**DIRECTIONS FOR THIS TASK:** From the line with "and the report)." to the line with "observations: Mapping[int, str]", retype every line exactly, including those two, and leave out the rest of the data below.

========

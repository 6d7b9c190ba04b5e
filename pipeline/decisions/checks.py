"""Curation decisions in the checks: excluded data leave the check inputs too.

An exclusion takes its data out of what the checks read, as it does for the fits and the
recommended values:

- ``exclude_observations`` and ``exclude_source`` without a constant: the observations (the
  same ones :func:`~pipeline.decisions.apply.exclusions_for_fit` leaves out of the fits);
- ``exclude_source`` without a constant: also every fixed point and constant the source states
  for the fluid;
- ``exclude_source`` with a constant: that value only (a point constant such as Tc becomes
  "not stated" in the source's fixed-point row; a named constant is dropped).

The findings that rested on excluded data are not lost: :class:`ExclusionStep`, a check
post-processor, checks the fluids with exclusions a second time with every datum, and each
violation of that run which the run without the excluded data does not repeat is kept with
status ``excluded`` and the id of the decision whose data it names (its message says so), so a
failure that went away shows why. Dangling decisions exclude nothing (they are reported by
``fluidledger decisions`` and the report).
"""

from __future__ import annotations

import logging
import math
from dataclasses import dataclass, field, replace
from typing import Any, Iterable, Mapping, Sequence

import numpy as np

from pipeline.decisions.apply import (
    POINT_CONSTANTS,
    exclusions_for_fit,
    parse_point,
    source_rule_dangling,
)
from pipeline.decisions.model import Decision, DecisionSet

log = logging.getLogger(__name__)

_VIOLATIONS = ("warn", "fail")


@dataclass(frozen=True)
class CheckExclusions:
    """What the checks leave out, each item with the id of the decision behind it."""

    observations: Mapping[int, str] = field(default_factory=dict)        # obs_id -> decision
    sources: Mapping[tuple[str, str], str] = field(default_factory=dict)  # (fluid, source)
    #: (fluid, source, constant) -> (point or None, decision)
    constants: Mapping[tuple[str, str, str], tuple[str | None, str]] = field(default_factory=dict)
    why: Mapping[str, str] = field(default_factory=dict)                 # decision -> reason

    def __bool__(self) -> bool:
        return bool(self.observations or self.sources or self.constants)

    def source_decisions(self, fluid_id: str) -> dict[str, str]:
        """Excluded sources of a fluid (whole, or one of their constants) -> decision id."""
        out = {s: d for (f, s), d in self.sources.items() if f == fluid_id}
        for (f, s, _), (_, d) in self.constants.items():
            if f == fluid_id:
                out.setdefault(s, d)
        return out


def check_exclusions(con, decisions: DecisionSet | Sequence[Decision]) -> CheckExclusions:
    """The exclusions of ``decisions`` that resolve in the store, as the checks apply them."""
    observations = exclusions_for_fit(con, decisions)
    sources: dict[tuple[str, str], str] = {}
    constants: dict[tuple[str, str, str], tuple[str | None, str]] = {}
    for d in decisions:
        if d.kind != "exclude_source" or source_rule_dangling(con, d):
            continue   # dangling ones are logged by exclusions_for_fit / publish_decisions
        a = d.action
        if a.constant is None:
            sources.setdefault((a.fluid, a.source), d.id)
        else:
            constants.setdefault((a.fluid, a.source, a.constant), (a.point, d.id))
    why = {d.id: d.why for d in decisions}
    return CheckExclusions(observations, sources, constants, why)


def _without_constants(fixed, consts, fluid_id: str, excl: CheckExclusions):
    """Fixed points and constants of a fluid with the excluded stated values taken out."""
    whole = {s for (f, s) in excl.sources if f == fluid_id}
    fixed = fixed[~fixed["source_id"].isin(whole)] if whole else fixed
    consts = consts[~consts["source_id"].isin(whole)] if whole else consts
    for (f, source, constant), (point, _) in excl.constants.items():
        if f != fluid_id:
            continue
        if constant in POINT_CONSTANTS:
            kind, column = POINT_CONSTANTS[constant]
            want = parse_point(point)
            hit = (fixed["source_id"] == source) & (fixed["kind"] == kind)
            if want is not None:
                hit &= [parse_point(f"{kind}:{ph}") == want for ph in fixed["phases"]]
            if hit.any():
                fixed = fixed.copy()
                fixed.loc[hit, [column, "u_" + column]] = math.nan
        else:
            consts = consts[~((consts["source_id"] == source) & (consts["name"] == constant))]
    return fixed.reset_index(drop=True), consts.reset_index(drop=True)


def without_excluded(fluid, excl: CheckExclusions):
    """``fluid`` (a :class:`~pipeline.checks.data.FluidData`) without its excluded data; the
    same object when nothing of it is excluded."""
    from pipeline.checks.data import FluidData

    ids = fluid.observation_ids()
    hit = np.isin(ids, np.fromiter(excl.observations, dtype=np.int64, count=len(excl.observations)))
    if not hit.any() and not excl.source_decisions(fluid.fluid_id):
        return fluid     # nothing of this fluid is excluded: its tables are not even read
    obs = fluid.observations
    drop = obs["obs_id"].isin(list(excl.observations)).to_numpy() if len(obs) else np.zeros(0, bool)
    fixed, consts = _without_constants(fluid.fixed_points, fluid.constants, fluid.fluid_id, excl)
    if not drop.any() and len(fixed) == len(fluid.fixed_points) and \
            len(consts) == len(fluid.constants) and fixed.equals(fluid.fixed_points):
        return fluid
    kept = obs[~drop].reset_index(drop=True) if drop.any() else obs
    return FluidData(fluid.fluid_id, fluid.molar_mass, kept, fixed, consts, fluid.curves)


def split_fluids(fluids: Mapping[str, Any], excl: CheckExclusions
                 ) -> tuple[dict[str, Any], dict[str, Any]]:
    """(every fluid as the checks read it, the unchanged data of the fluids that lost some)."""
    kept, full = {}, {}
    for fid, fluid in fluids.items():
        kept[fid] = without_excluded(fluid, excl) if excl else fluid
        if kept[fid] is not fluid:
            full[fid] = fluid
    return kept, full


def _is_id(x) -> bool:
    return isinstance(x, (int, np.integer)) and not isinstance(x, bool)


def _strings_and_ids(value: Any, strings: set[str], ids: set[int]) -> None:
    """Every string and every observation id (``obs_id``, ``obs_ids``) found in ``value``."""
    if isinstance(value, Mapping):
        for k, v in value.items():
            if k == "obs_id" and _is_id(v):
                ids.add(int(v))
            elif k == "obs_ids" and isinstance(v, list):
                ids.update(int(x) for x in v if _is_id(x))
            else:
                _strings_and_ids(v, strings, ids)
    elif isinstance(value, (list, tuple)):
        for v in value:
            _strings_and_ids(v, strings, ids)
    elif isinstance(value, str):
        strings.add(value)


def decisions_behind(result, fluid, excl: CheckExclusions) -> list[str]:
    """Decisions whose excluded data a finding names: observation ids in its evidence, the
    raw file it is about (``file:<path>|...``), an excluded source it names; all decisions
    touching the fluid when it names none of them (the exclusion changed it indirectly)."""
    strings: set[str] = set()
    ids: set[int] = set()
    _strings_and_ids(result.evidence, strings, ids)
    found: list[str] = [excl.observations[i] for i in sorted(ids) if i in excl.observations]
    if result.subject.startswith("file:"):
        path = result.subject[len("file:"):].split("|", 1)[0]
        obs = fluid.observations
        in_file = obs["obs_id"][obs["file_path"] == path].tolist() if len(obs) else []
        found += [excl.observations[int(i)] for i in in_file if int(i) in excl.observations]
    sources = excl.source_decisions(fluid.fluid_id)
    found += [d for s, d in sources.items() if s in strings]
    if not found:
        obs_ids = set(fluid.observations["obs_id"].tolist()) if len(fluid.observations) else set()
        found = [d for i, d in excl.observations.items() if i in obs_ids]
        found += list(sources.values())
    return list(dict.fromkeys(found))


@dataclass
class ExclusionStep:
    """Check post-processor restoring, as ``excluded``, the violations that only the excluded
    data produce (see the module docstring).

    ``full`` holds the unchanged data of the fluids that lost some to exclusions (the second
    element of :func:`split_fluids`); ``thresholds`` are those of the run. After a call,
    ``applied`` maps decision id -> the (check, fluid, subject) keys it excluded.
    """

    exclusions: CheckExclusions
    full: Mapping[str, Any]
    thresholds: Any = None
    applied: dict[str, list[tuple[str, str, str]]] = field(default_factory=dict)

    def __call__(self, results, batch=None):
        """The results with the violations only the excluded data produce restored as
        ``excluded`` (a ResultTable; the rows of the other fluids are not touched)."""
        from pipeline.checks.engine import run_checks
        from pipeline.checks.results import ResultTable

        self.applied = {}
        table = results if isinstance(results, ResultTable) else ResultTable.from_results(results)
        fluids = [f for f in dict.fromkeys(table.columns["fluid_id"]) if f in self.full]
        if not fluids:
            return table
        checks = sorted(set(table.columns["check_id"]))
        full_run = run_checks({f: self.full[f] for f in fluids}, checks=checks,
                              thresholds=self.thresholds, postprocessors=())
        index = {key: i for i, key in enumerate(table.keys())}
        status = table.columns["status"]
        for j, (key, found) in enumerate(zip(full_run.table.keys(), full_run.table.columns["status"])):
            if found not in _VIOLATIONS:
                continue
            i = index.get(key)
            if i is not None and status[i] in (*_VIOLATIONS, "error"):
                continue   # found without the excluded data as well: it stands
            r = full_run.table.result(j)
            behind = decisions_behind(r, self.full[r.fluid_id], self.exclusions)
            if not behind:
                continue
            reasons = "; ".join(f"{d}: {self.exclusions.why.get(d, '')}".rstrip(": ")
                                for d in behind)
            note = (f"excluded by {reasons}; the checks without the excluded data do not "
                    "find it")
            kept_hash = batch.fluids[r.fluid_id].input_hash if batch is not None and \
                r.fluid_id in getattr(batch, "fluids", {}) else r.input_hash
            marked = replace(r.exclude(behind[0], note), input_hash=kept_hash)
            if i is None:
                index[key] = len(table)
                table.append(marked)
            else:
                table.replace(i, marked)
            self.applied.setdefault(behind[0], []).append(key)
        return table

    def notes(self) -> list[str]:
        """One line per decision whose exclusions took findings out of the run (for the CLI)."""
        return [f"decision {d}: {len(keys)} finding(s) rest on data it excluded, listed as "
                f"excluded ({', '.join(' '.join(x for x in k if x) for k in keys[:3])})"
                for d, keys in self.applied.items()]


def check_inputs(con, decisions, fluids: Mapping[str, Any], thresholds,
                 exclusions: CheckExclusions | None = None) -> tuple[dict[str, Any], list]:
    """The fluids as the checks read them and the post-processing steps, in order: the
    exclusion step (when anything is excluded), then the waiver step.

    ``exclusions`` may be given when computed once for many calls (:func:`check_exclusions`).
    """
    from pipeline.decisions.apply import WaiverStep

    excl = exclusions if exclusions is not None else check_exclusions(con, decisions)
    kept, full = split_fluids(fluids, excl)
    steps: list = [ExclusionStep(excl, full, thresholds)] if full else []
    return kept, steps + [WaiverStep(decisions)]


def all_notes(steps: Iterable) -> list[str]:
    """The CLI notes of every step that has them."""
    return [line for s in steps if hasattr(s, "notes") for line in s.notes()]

========

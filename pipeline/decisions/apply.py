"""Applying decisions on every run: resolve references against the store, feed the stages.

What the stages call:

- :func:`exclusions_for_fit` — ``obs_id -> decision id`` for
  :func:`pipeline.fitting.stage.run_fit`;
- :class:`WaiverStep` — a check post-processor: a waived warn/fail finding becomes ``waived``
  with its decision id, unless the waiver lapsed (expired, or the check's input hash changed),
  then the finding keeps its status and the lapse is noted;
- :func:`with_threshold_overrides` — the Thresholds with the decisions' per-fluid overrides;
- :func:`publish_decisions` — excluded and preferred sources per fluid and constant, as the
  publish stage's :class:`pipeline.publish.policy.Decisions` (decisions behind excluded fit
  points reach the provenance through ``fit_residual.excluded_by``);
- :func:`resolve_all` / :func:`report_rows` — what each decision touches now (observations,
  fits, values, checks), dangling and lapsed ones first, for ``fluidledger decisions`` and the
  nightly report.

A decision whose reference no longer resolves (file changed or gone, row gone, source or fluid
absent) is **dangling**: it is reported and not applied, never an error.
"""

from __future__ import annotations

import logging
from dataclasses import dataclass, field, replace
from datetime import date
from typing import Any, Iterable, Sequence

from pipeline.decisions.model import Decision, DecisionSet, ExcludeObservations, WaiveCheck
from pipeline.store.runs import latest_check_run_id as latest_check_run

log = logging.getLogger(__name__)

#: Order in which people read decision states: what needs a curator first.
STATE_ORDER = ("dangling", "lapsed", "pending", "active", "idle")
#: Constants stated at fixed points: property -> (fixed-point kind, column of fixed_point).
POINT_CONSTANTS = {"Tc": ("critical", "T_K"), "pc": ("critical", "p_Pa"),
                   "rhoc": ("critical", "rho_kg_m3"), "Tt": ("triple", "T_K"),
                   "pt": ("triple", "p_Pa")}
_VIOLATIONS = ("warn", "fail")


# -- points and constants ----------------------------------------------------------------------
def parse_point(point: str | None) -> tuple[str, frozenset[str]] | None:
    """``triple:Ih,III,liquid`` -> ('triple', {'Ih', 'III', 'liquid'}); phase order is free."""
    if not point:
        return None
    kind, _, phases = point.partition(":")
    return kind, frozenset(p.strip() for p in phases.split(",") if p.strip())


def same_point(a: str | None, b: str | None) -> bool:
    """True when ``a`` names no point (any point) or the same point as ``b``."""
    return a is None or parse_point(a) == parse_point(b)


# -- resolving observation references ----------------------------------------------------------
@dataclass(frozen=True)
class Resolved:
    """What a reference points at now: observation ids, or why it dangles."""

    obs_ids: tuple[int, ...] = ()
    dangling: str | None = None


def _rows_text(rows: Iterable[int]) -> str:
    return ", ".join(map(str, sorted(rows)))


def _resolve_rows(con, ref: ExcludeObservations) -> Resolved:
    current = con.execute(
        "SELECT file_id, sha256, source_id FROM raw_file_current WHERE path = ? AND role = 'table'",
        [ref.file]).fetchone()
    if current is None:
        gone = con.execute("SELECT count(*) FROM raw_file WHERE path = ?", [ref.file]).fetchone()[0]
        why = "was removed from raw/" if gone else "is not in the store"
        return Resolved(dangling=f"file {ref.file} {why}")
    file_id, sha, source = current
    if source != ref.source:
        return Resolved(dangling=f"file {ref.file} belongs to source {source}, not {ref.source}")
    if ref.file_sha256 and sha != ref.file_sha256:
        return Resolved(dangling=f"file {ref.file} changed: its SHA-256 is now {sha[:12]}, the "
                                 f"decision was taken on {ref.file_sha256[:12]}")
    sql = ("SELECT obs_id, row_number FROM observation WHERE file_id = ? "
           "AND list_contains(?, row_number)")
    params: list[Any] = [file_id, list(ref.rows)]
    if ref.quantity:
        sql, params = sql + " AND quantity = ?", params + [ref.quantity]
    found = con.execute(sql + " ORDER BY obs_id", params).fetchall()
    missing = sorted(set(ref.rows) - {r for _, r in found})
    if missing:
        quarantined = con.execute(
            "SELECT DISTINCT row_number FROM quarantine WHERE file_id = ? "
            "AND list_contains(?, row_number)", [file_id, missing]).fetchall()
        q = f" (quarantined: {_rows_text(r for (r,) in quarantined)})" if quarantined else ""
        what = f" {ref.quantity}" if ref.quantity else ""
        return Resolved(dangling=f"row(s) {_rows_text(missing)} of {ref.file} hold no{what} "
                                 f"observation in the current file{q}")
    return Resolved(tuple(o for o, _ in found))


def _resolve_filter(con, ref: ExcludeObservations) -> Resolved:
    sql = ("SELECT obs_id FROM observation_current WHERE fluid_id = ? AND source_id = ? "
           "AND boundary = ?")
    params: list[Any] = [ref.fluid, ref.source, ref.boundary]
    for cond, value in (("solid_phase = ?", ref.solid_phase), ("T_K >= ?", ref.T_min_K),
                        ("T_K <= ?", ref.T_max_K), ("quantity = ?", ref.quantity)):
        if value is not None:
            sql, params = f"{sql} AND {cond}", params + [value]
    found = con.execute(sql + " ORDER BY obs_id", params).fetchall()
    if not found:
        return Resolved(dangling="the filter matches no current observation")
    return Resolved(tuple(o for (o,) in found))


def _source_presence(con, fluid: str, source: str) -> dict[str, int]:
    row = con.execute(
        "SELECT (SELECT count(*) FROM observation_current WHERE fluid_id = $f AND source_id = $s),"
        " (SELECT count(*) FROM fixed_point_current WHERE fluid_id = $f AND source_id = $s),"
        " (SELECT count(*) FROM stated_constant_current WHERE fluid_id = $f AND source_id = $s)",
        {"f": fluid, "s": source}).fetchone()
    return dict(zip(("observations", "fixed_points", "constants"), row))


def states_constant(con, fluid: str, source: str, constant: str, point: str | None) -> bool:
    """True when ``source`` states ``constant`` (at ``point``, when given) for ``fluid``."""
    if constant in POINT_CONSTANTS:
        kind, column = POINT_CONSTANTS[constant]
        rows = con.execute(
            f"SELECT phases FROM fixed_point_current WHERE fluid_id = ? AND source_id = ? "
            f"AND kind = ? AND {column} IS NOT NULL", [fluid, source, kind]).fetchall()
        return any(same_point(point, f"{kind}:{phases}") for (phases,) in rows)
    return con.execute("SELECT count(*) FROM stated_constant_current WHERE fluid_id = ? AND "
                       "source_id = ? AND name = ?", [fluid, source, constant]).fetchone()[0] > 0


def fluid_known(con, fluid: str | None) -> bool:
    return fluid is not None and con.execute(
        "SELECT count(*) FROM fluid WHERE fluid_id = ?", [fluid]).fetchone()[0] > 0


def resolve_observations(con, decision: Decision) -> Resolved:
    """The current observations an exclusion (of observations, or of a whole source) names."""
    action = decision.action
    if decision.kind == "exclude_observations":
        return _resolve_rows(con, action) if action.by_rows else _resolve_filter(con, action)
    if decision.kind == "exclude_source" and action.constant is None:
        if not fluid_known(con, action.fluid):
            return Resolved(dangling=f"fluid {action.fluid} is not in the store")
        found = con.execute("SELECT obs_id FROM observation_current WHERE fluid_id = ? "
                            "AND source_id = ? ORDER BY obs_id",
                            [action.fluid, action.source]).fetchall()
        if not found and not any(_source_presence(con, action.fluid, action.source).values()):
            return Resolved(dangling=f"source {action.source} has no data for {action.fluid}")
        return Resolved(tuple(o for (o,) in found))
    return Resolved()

========

**ANSWER SECTION:**
``fluidledger decisions`` and the report).
"""

from __future__ import annotations

import logging
import math
from dataclasses import dataclass, field, replace
from typing import Any, Iterable, Mapping, Sequence

import numpy as np

from pipeline.decisions.apply import (
    POINT_CONSTANTS,
    exclusions_for_fit,
    parse_point,
    source_rule_dangling,
)
from pipeline.decisions.model import Decision, DecisionSet

log = logging.getLogger(__name__)

_VIOLATIONS = ("warn", "fail")


@dataclass(frozen=True)
class CheckExclusions:
    """What the checks leave out, each item with the id of the decision behind it."""

    observations: Mapping[int, str] = field(default_factory=dict)        # obs_id -> decision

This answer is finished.